Some of the best navigators on Earth don’t have GPS. They don’t even have much of a brain.
One of them is a beetle. A dung beetle.
On the darkest, moonless nights, it can roll a ball of dung in an almost perfectly straight line
across open ground, and for years no one could explain how.
The answer turned out to be written across the entire sky.
Why walking in a straight line is a matter of survival
To a dung beetle, a fresh pile of dung is treasure, and the competition for it is brutal.
Males quickly sculpt the dung into a ball and roll it away as fast as they can, often hauling a
female along for the ride.
The single most important rule is to roll in a straight line. Any curve risks looping back into
the chaos of the pile, where rivals are waiting to wrestle the ball away.

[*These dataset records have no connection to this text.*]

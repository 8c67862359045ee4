import { readFileSync } from "node:fs";
import fc from "fast-check";
import { describe, expect, it } from "vitest";
import { ModelError } from "../../../solver/model/errors";
import { planJsonSchema } from "../../../solver/plan/json-schema";
import { isPlanDocument, type PlanError, parsePlan } from "../../../solver/plan/schema";

const demo = JSON.parse(readFileSync(new URL("../../../public/demo-plan.json", import.meta.url), "utf8"));
const messageOf = (doc: unknown): string => {
  try {
    parsePlan(doc);
  } catch (e) {
    expect(e).toBeInstanceOf(ModelError);
    return (e as Error).message;
  }
  return "parsed";
};
const edit = (change: (d: typeof demo) => void) => {
  const d = structuredClone(demo);
  change(d);
  return d;
};

describe("plan schema", () => {
  it("reads the demo plan and tells it from a wire model by the version key", () => {
    expect(parsePlan(demo).wireRuns[0].id).toBe("dipole");
    expect(isPlanDocument(demo)).toBe(true);
    expect(isPlanDocument({ wires: [], feed: { wire: "a", at: 0.5 } })).toBe(false);
  });

  it("keeps plan.schema.json current (regenerate: npx tsx solver/plan/write-plan-schema.ts)", () => {
    const file = JSON.parse(
      readFileSync(new URL("../../../solver/plan/plan.schema.json", import.meta.url), "utf8"),
    );
    expect(file).toEqual(JSON.parse(JSON.stringify(planJsonSchema())));
  });

  // The list of bad plans: each message names the element and the field.
  it.each([
    [
      "unknown support",
      (d: typeof demo) => {
        d.wireRuns[0].anchors[0].support = "elm";
      },
      'wireRuns[0] "dipole": anchors[0] "dipole-west": support: no support with id "elm"',
    ],
    [
      "anchor above its support",
      (d: typeof demo) => {
        d.wireRuns[0].anchors[1].height = 12;
      },
      'wireRuns[0] "dipole": anchors[1] "dipole-east": height: 12 m is above the tree "birch" (9 m)',
    ],
    [
      "negative length",
      (d: typeof demo) => {
        d.wireRuns[0].droops[0].length = -1;
      },
      'wireRuns[0] "dipole": droops[0] "droop-west": length: expected a positive droop length (m)',
    ],
    [
      "empty run",
      (d: typeof demo) => {
        d.wireRuns[0].anchors = [];
      },
      'wireRuns[0] "dipole": anchors: expected at least two anchors',
    ],
    [
      "NaN",
      (d: typeof demo) => {
        d.supports[0].height = Number.NaN;
      },
      'supports[0] "oak": height: expected a finite attach height (m), got NaN',
    ],
  ])("%s: names the element", (_what, change, expected) => {
    const message = messageOf(edit(change));
    expect(message).toContain(expected);
  });

  it("carries the element id on the error", () => {
    try {
      parsePlan(edit((d) => (d.supports[3].height = 0)));
    } catch (e) {
      expect((e as PlanError).elementId).toBe("pole");
    }
  });

  it("rejects a plan from a newer version with a clear message", () => {
    expect(messageOf({ ...demo, version: 2 })).toMatch(/newer than this program/);
  });

  // Property check: random damage to the demo plan never crashes the parser — it parses or throws ModelError.
  it("never crashes on damaged plans (fast-check)", () => {
    const junk = fc.oneof(
      fc.constant(Number.NaN),
      fc.constant(Number.POSITIVE_INFINITY),
      fc.double(),
      fc.integer(),
      fc.string(),
      fc.constant(null),
      fc.constant(undefined),
      fc.array(fc.double(), { maxLength: 4 }),
      fc.dictionary(fc.string(), fc.integer()),
    );
    const paths: string[][] = [];
    const walk = (node: unknown, path: string[]) => {
      if (path.length) paths.push(path);
      if (node && typeof node === "object")
        for (const k of Object.keys(node)) walk((node as never)[k], [...path, k]);
    };
    walk(demo, []);
    fc.assert(
      fc.property(fc.constantFrom(...paths), junk, (path, value) => {
        const d = structuredClone(demo);
        let node = d;
        for (const k of path.slice(0, -1)) node = node[k];
        node[path[path.length - 1]] = value;
        try {
          parsePlan(d);
        } catch (e) {
          if (!(e instanceof ModelError)) throw e;
          expect(e.message.length).toBeGreaterThan(5);
        }
      }),
      { numRuns: 400 },
    );
  });
});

Before it sets off, the beetle even climbs on top of its ball and performs a little rotating “dance”,
scanning the sky.
The puzzle was simple to state and maddening to answer: what compass does a beetle use in
the dark?
The planetarium experiment that cracked the mystery
Researchers at Sweden’s Lund University, led by biologist Marie Dacke, kept running into
the same strange result during fieldwork in South Africa. Even on clear nights with no moon at
all, the beetles still rolled in dead-straight lines.

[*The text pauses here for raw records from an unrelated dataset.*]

import { describe, expect, it } from "vitest";
import { rodLineImpedance } from "../../../solver/ground/connection";
import { groundMethodWords } from "../../../solver/model/types";
import { analyzePlan } from "../../../solver/plan/analyze";
import { type PlanInput, parsePlan } from "../../../solver/plan/schema";

// A plan's analysis says which near-ground method ran and how each conductor touching the ground is
// joined to it, element by element. The words are the solver's (solver/ground/real.ts, perfect.ts);
// here: that they reach PlanAnalysis for the right elements, and only for conductors that touch.

// A 20 m dipole between two trees at 9 m, three grounded metal masts (bare, on a rod, ideally tied), an
// insulated metal mast (its base gap keeps it off the ground) and a wooden one (not modelled).
const base: PlanInput = {
  version: 1,
  lot: {
    outline: [
      [-20, -20],
      [20, -20],
      [20, 20],
    ],
  },
  ituRegion: 1,
  bands: ["20 m"],
  ground: { kind: "real", preset: "average ground", method: "reflection" },
  supports: [
    { type: "tree", id: "oak", position: [0, 0], height: 9 },
    { type: "tree", id: "ash", position: [12, 0], height: 9 },
    {
      type: "mast",
      id: "bare",
      position: [6, 8],
      height: 6,
      diameter: 0.05,
      material: "aluminium",
      base: { kind: "grounded", tie: { kind: "contact" } },
    },
    {
      type: "mast",
      id: "rodded",
      position: [-6, 8],
      height: 6,
      diameter: 0.05,
      material: "aluminium",
      base: { kind: "grounded", tie: { kind: "rod", length: 2.4, diameter: 0.016 } },
    },
    {
      type: "mast",
      id: "tied",
      position: [6, -8],
      height: 6,
      diameter: 0.05,
      material: "aluminium",
      base: { kind: "grounded", tie: { kind: "ideal" } },
    },
    {
      type: "mast",
      id: "lifted",
      position: [-6, -8],
      height: 6,
      diameter: 0.05,
      material: "aluminium",
      base: { kind: "insulated" },
    },
    {
      type: "mast",
      id: "wood",
      position: [0, 8],
      height: 5,
      diameter: 0.1,
      material: "wood",
      base: { kind: "insulated" },
    },
  ],
  wireRuns: [
    {
      id: "dip",
      anchors: [
        { kind: "support", id: "w", support: "oak", height: 9, rope: 1 },
        { kind: "support", id: "e", support: "ash", height: 9, rope: 1 },
      ],
      wire: { awg: 14 },
      feed: { at: 0.5, system: { kind: "reference", ohms: 50 } },
    },
  ],
};
const plan = (change?: (p: PlanInput) => void) => {
  const p = structuredClone(base);
  change?.(p);
  return parsePlan(p);
};

// Dwight, "Calculation of resistances to ground", AIEE Trans. 55 (1936): one rod of length L, radius a
// in soil of resistivity ρ: R = ρ/(2πL)·(ln(4L/a) − 1). Average ground σ = 0.005 S/m (presets.ts).
const dwight = (1 / 0.005 / (2 * Math.PI * 2.4)) * (Math.log((4 * 2.4) / 0.008) - 1);

describe("a plan analysis reports the ground", () => {
  it("real ground: each grounded mast with the solver's words for its tie, nothing for the others", () => {
    const a = analyzePlan(plan(), { quick: true });
    expect(a.groundMethod).toBe("reflection");
    const byElement = Object.fromEntries(a.groundConnections.map((c) => [c.elementId, c]));
    expect(Object.keys(byElement).sort()).toEqual(["bare", "rodded", "tied"]);
    // The entry names the compiled wire it came from, and that wire is the element's.
    for (const c of a.groundConnections) expect(a.compiled.wireElement[c.wire].elementId).toBe(c.elementId);
    expect(byElement.bare.label).toMatch(/bare contact/);
    expect(byElement.bare.label).toMatch(/estimate/);
    expect(byElement.rodded.label).toContain(`2.4 m rod, ≈${dwight.toFixed(1)} Ω`);
    expect(byElement.rodded.label).toMatch(/estimate/);
    expect(byElement.tied.label).toMatch(/ideal connection/);
    expect(byElement.tied.label).toMatch(/perfect conductor/);
  });

  it("real ground, Sommerfeld: the method is reported as such, and the bare contact as solved with it", () => {
    const a = analyzePlan(
      plan((p) => {
        p.ground = { kind: "real", preset: "average ground", method: "sommerfeld" };
      }),
      { quick: true },
    );
    expect(a.groundMethod).toBe("sommerfeld");
    expect(groundMethodWords(a.groundMethod)).toMatch(/Sommerfeld/);
    expect(a.groundConnections.find((c) => c.elementId === "bare")?.label).toMatch(
      /bare contact.*Sommerfeld/,
    );
  });

  it("a ground-fed run is reported under the run", () => {
    const a = analyzePlan(
      plan((p) => {
        p.wireRuns.push({
          id: "vert",
          anchors: [
            { kind: "free", id: "vb", position: [14, 5, 0] },
            { kind: "free", id: "vt", position: [14, 5, 5] },
          ],
          wire: { awg: 14 },
          groundStart: { kind: "rod", length: 2.4, diameter: 0.016 },
        });
      }),
      { quick: true },
    );
    const vert = a.groundConnections.filter((c) => c.elementId === "vert");
    expect(vert).toHaveLength(1);
    expect(vert[0].wire).toBe("vert");
    expect(vert[0].label).toContain("2.4 m rod");
  });

  // A radial field has no ground node; the report says how it was modelled (compile.ts: 5 cm up by
  // default, as many wires as the tie states) rather than leaving the mast out.
  it("a mast on a radial field is reported with its radials", () => {
    const a = analyzePlan(
      plan((p) => {
        const m = p.supports?.find((s) => s.id === "bare");
        if (m?.type === "mast")
          m.base = { kind: "grounded", tie: { kind: "radials", count: 6, length: 5.2 } };
      }),
      { quick: true },
    );
    const r = a.groundConnections.filter((c) => c.elementId === "bare");
    expect(r).toHaveLength(1);
    expect(r[0].label).toMatch(/radial field: 6 × 5\.20 m wires 5 cm above the soil/);
    expect(a.compiled.wireElement[r[0].wire].kind).toBe("radial");
  });

  // The series impedance each tie puts in at the band centre, as modelled. Bare contact under
  // Sommerfeld: its hemisphere term 1/(2πa(σ + jωε₀(1 + ε_r))) (Tagg, Earth Resistances, 1964, at d.c.;
  // the air and soil displacement currents in parallel, Jackson §4.4 from memory). Rod: its line in the
  // soil (checked against the telegrapher's equations in tests/unit/ground/connection.test.ts). Ideal:
  // nothing to state.
  it("gives each tie's series impedance at the band centre; none for an ideal tie", () => {
    const a = analyzePlan(
      plan((p) => {
        p.ground = { kind: "real", preset: "average ground", method: "sommerfeld" };
      }),
      { quick: true },
    );
    const band = a.bands[0];
    const byElement = Object.fromEntries(band.groundTies.map((t) => [t.elementId, t.ohms]));
    expect(Object.keys(byElement).sort()).toEqual(["bare", "rodded"]);
    const w = 2 * Math.PI * band.centreMHz * 1e6;
    const radius = 0.05 / 2; // the bare mast's diameter above
    const g = 2 * Math.PI * radius * 0.005;
    const b = 2 * Math.PI * radius * w * 8.8541878128e-12 * 14;
    const want = [g / (g * g + b * b), -b / (g * g + b * b)];
    expect(
      Math.hypot(byElement.bare[0] - want[0], byElement.bare[1] - want[1]) / Math.hypot(...want),
    ).toBeLessThan(1e-6);
    const rod = rodLineImpedance(2.4, 0.008, { conductivity: 0.005, permittivity: 13 }, w);
    expect(byElement.rodded[0]).toBeCloseTo(rod[0], 6);
    expect(byElement.rodded[1]).toBeCloseTo(rod[1], 6);
    // At 14 MHz the 2.4 m rod is no short: tens of ohms, mostly inductive here.
    expect(Math.hypot(...byElement.rodded)).toBeGreaterThan(30);
  });

  it("perfect ground: every tie is ideal and says it is the perfect ground's", () => {
    const a = analyzePlan(
      plan((p) => {
        p.ground = { kind: "perfect" };
      }),
      { quick: true },
    );
    expect(a.groundMethod).toBe("image");
    expect(a.groundConnections.map((c) => [c.elementId, c.label]).sort()).toEqual([
      ["bare", "ideal connection (perfect ground)"],
      ["rodded", "ideal connection (perfect ground)"],
      ["tied", "ideal connection (perfect ground)"],
    ]);
  });

  it("keeps the plan's ground as the plan states it, for the panel to show beside them", () => {
    // The app's Results panel reads the ground from the analysis (the plan it was computed for), not
    // from the plan being edited: a preset by name, explicit σ and εr as numbers.
    expect(analyzePlan(plan(), { quick: true }).compiled.model.ground).toMatchObject({
      kind: "real",
      preset: "average ground",
    });
    const stated = analyzePlan(
      plan((p) => {
        p.ground = { kind: "real", conductivity: 0.01, permittivity: 30, method: "reflection" };
      }),
      { quick: true },
    ).compiled.model.ground;
    expect(stated).toEqual({ kind: "real", conductivity: 0.01, permittivity: 30, method: "reflection" });
  });
});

So the team tried something unusual. They carried the beetles into a planetarium in
Johannesburg, where they could switch the night sky on and off, or leave only certain features
glowing overhead.
The results were striking. Under a full starry sky, or even with only the Milky Way projected
above them, the beetles rolled straight and fast. But under a cloudy dome, or when shown
only a handful of bright stars, they circled aimlessly. With tiny cardboard caps taped over their
eyes, they were lost completely.
The conclusion, published in the journal Current Biology, made history: the dung beetle
became the first animal ever shown to navigate using the Milky Way.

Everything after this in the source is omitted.